A Belgian tour group squeezed into the coffee shop. One of them, an incredibly ugly woman wearing open mesh trousers, was carrying a large plaster statue of the elephant-headed god Ganesha. They were all laughing uproariously.

"Call Dan and Barb when you get to Boston," I said.

"All right."

"I should be there the day after you. Hey, are you going to call your parents from Heathrow?"

"Bobby, I really wouldn't mind staying another day. You might need help . . . with the translating. It's about the manuscript, isn't it?"

I shook my head. "Too late, kiddo. Your luggage is already loaded. You could do without any clothes, I suppose, but we'd be doomed without the extra disposable diapers."

Amrita did not smile.

"Seriously," I said and took her hand, "I've just got to do some follow-up work with Gupta and those clowns. Hell, I just don't have enough stuff to put into an article yet. One day should do it."

Amrita nodded and tapped my ring. "All right, but be careful. Don't drink any unbottled water. And if Kamakhya comes by to exchange my material, make sure she gives you just the material . . ."

I grinned. "Yeah."

"Bobby, why didn't you let the maid in?"

"What?"

"To clean the room. Right before we left you told her to wait until tomorrow."

"The Das manuscript," I said quickly. "I don't want anyone nosing around."

Amrita nodded. I drank the last of my warm Fanta, watched a small ghekko scurry across the wall, and tried not to think about the .25-caliber automatic on the shelf of the hotel room closet.
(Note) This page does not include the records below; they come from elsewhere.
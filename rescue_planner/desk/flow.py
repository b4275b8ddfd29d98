"""A layout that sets widgets one after another and breaks lines, like words."""

from __future__ import annotations

from PySide6.QtCore import QMargins, QPoint, QRect, QSize, Qt
from PySide6.QtWidgets import QLayout, QLayoutItem, QWidget

from rescue_planner.desk import theme


class FlowLayout(QLayout):
    """Items keep their own width; a line is as high as its highest item."""

    def __init__(self, parent: QWidget | None = None, *, gap: int = theme.UNIT) -> None:
        super().__init__(parent)
        self._items: list[QLayoutItem] = []
        self._gap = gap
        self.setContentsMargins(QMargins(0, 0, 0, 0))

    def addItem(self, item: QLayoutItem) -> None:
        self._items.append(item)

    def count(self) -> int:
        return len(self._items)

    def itemAt(self, index: int) -> QLayoutItem | None:
        return self._items[index] if 0 <= index < len(self._items) else None

    def takeAt(self, index: int) -> QLayoutItem | None:
        return self._items.pop(index) if 0 <= index < len(self._items) else None

    def expandingDirections(self) -> Qt.Orientation:
        return Qt.Orientation(0)

    def hasHeightForWidth(self) -> bool:
        return True

    def heightForWidth(self, width: int) -> int:
        return self._place(QRect(0, 0, width, 0), move=False)

    def setGeometry(self, rect: QRect) -> None:
        super().setGeometry(rect)
        self._place(rect, move=True)

    def sizeHint(self) -> QSize:
        return self.minimumSize()

    def minimumSize(self) -> QSize:
        size = QSize(0, 0)
        for item in self._items:
            size = size.expandedTo(item.minimumSize())
        margins = self.contentsMargins()
        return size + QSize(margins.left() + margins.right(), margins.top() + margins.bottom())

    def _place(self, rect: QRect, *, move: bool) -> int:
        inside = rect.marginsRemoved(self.contentsMargins())
        x, y, high = inside.x(), inside.y(), 0
        line: list[tuple[QLayoutItem, QPoint, QSize]] = []
        for item in self._items:
            if item.isEmpty():
                continue
            size = item.sizeHint()
            size.setWidth(min(size.width(), max(inside.width(), item.minimumSize().width())))
            if line and x + size.width() > inside.right() + 1:
                self._set(line, high, move=move)
                x, y, high, line = inside.x(), y + high + self._gap // 2, 0, []
            line.append((item, QPoint(x, y), size))
            x += size.width() + self._gap
            high = max(high, size.height())
        self._set(line, high, move=move)
        return y + high - rect.y() + self.contentsMargins().bottom()

    @staticmethod
    def _set(line: list[tuple[QLayoutItem, QPoint, QSize]], high: int, *, move: bool) -> None:
        if not move:
            return
        for item, at, size in line:
            item.setGeometry(QRect(at + QPoint(0, (high - size.height()) // 2), size))
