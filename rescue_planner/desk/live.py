"""The comparison that follows every edit; a stale one never reaches a page."""

from __future__ import annotations

from typing import TYPE_CHECKING

from PySide6.QtCore import QObject, QTimer, Signal

from rescue_planner.desk.document import CaseDocument
from rescue_planner.desk.jobs import JobRunner
from rescue_planner.projection.jobs import JobControl

if TYPE_CHECKING:
    from rescue_planner.case.document import Case
    from rescue_planner.projection.results import Comparison

COALESCE_MS = 16
# Measured on two cores of a server, nothing cached: 1 ms a step of all plans together; a unit of
# (2Ne)^1.5 takes 70 ns on the plain path and 3 ns compiled. The bounds hold the GUI thread for
# about 0.1 s and 0.06 s at the worst.
MOST_EXPECTED_AT_ONCE = 100.0
MOST_EXACT_AT_ONCE = {"plain": 8.0e5, "compiled": 2.0e7}
EXACT_NAME = "One-locus odds"
EXPECTED_NAME = "Average course"


def expected_cost(case: Case) -> float:
    """Return how many steps the average courses take; all plans are walked together."""
    from rescue_planner.case.filled import steps

    return float(steps(float(case.time.horizon_years.best), float(case.time.generation_years.best)))


def exact_cost(case: Case) -> float:
    """Return (2Ne)^1.5 summed over loci, plans and steps: what the chains cost, up to a factor."""
    from rescue_planner.case.filled import best, steps

    count = steps(float(case.time.horizon_years.best), float(case.time.generation_years.best))
    total = 0.0
    for plan in case.plans:
        size = best(plan.effective_size, float(case.recipient.effective_size.best))
        for action in plan.other_actions:
            size *= max(1.0, float(action.carrying_capacity_times.best))
        total += len(case.loci) * count * (2.0 * size) ** 1.5
    return total


def most_exact_at_once() -> float:
    """Return the bound on `exact_cost` for the path that is in use."""
    from rescue_planner.projection.chain_path import path_in_use

    return MOST_EXACT_AT_ONCE[path_in_use()]


class LiveComparison(QObject):
    """Projects every plan of the open case after each edit.

    The average course is computed at once, in the GUI thread; the one-locus odds too where they
    are cheap, else by a background job whose result is dropped once the case has moved on.
    """

    updated = Signal(object)  # Comparison
    busy = Signal(str)  # what is still being computed; empty when all is there

    def __init__(self, document: CaseDocument, parent: QObject | None = None) -> None:
        super().__init__(parent)
        self._document = document
        self._comparison: Comparison | None = None
        self._case: Case | None = None
        self.runner = JobRunner(self)
        self._timer = QTimer(self)
        self._timer.setSingleShot(True)
        self._timer.setInterval(COALESCE_MS)
        self._connect()

    def _connect(self) -> None:
        self._timer.timeout.connect(self.recompute)
        self._document.changed.connect(self._case_changed)
        self._document.replaced.connect(self._case_replaced)

    @property
    def comparison(self) -> Comparison | None:
        """The comparison of the case as it stands now, or nothing while there is none."""
        same = self._document.has_case and self._case is self._document.case
        return self._comparison if same else None

    def _case_replaced(self) -> None:
        self._comparison = self._case = None
        self.runner.drop()

    def _case_changed(self, _case: object) -> None:
        self._timer.start()

    def recompute(self) -> None:
        """Project the open case now; the timer calls this once for a burst of edits."""
        self._timer.stop()
        self.runner.drop()
        if not self._document.has_case:
            return
        case = self._document.case
        if expected_cost(case) > MOST_EXPECTED_AT_ONCE:
            self._in_background(case, EXPECTED_NAME)
            return
        cheap = exact_cost(case) <= most_exact_at_once()
        self._take(case, _compare(case, exact=cheap))
        if cheap:
            self.busy.emit("")
        else:
            self._in_background(case, EXACT_NAME)

    def _in_background(self, case: Case, name: str) -> None:
        def work(control: JobControl) -> object:
            return _compare(case, exact=True, control=control)

        def done(result: object) -> None:
            self._take(case, result)
            self.busy.emit("")

        def failed(error: Exception) -> None:
            self.busy.emit("")
            raise error

        self.busy.emit(name)
        self.runner.start(work, name, done=done, failed=failed)

    def _take(self, case: Case, result: object) -> None:
        if not self._document.has_case or case is not self._document.case:
            return  # the case has moved on
        self._case, self._comparison = case, result  # type: ignore[assignment]
        self.updated.emit(result)

    def close(self) -> None:
        """Stop and wait."""
        self._timer.stop()
        self.runner.close()


def _compare(case: Case, *, exact: bool, control: JobControl | None = None) -> Comparison:
    from rescue_planner.projection.compare import compare

    return compare(
        case,
        depths=("expected", "exact") if exact else ("expected",),
        checkpoint=None if control is None else control.step,
    )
The plane was ready to board and I had kissed both of them farewell when Amrita remembered something. "Oh, in case Kamakhya doesn't come to the hotel, would you drop by her home to get the material?" She began rummaging through her purse.

"Is it that important?"

"No, but I'd appreciate it if it works out."

"Why didn't you just exchange her material at the shop?"

"It was all cut to length. And I was certain we would see her again. Darn, I was sure I had the slip here. Never mind. I remember the address." Amrita took out a book of matches she'd picked up at the Prince's Room and jotted the address inside the cover. "Only if you have time," she said.